What is needed: Return the run of lines below that opens with the line containing "filename tests/conftest.py" and closes with the line containing "def example_copy(tmp_path: Path, example_folder: Path)", keeping each one exact.

(Stored data entries)
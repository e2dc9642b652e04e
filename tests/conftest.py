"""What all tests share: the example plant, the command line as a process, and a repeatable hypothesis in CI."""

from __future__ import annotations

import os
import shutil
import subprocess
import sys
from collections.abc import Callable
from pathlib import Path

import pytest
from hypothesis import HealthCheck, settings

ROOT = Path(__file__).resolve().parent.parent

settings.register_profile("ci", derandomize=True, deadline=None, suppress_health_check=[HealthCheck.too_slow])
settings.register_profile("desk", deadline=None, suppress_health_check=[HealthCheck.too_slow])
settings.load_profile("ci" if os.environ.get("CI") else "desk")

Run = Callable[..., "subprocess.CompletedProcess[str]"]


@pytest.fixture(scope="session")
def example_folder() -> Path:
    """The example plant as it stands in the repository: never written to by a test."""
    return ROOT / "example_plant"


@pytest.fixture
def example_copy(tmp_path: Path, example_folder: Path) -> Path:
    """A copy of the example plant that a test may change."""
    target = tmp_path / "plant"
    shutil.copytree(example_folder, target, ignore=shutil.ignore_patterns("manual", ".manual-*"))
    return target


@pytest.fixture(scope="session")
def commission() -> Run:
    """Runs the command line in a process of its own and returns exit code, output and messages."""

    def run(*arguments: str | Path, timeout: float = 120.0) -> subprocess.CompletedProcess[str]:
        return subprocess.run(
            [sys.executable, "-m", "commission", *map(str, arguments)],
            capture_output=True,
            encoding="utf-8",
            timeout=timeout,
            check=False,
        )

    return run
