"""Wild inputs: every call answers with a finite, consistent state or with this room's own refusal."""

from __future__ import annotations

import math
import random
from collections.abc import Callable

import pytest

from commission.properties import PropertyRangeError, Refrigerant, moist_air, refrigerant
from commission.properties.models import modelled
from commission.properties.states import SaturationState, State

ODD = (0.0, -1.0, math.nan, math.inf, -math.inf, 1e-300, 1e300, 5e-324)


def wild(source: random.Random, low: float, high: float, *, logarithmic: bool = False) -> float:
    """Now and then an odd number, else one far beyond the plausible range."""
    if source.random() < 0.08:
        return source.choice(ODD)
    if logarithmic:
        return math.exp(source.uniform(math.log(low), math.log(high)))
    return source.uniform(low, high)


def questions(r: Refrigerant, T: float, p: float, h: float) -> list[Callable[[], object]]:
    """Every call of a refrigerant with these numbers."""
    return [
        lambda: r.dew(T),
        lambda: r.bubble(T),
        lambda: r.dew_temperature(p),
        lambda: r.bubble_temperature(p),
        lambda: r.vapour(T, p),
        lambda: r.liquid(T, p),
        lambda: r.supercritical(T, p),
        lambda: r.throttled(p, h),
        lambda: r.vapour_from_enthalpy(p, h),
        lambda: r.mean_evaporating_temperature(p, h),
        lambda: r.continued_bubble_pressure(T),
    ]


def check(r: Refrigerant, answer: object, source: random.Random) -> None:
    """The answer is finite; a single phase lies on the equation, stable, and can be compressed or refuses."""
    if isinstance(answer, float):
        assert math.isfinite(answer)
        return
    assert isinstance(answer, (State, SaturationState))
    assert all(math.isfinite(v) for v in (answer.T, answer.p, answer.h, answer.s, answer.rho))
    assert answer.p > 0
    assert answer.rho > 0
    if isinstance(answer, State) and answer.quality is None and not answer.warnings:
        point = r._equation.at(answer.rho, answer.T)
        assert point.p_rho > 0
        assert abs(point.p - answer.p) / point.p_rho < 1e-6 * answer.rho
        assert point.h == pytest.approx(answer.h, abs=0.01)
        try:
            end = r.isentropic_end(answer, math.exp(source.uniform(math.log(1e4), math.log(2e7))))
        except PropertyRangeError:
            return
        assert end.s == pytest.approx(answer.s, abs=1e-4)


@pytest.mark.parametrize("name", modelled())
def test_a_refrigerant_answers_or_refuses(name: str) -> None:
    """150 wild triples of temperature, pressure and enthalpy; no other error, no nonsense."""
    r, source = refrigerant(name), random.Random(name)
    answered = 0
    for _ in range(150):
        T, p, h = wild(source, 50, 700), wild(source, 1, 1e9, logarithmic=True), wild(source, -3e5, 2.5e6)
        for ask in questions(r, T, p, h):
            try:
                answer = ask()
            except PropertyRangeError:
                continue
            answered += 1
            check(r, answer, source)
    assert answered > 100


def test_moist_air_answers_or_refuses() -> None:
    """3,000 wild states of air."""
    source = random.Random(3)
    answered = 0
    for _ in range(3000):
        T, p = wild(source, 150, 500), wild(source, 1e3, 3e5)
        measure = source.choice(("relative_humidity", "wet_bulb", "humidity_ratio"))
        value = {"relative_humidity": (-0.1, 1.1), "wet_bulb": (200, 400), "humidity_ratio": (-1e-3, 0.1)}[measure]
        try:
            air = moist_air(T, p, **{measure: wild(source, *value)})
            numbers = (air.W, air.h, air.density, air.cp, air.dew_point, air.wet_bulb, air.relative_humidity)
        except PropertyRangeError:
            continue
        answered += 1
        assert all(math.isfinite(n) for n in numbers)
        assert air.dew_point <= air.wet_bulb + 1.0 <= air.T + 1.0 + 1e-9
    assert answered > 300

Answer for this exercise:
filename tests/conftest.py
"""What all tests share: the example plant, the command line as a process, and a repeatable hypothesis in CI."""

from __future__ import annotations

import os
import shutil
import subprocess
import sys
from collections.abc import Callable
from pathlib import Path

import pytest
from hypothesis import HealthCheck, settings

ROOT = Path(__file__).resolve().parent.parent

settings.register_profile("ci", derandomize=True, deadline=None, suppress_health_check=[HealthCheck.too_slow])
settings.register_profile("desk", deadline=None, suppress_health_check=[HealthCheck.too_slow])
settings.load_profile("ci" if os.environ.get("CI") else "desk")

Run = Callable[..., "subprocess.CompletedProcess[str]"]


@pytest.fixture(scope="session")
def example_folder() -> Path:
    """The example plant as it stands in the repository: never written to by a test."""
    return ROOT / "example_plant"


@pytest.fixture
def example_copy(tmp_path: Path, example_folder: Path) -> Path:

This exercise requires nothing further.